Description of the task -
Wherever the word "filename" turns up in a line of the entries, copy that line.

Records provided -
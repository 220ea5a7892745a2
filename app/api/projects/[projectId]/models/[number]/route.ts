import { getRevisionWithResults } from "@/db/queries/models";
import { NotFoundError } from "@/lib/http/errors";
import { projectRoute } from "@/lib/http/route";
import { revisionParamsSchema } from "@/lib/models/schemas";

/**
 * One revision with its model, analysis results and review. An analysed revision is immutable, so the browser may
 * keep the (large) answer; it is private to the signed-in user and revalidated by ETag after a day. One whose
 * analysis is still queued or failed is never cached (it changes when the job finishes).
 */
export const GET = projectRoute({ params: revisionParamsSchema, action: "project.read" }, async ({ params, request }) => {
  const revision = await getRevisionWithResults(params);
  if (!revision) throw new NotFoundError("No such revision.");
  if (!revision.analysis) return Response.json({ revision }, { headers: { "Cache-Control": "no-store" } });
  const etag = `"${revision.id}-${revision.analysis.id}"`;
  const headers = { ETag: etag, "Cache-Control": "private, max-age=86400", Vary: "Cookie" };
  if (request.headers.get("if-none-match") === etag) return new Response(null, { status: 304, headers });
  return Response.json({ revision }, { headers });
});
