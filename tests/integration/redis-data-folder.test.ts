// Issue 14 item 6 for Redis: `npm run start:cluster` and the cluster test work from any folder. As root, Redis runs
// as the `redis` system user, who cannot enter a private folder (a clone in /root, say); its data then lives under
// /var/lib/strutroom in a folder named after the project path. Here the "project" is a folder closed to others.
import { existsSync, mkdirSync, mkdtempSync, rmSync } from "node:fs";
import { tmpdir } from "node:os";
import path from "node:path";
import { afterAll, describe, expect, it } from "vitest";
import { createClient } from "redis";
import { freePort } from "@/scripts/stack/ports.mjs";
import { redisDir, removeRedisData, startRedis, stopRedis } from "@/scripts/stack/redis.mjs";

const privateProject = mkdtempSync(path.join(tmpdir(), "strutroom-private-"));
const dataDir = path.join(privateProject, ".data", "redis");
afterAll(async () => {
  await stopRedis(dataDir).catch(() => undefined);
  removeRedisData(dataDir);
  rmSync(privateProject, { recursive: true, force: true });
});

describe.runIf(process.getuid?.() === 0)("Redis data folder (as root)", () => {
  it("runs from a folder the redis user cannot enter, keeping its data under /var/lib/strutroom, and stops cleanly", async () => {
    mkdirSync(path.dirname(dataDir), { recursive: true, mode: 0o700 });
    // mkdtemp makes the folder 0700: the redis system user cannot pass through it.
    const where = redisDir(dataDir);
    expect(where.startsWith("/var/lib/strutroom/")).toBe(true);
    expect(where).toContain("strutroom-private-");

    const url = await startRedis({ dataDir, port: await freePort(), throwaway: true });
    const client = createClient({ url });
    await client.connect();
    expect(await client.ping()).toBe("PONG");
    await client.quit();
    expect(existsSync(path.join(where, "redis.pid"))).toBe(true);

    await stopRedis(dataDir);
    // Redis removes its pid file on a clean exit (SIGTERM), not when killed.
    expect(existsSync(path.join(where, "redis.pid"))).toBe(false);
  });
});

Solution to this problem -
filename app/api/projects/[projectId]/models/[number]/route.ts
filename tests/integration/redis-data-folder.test.ts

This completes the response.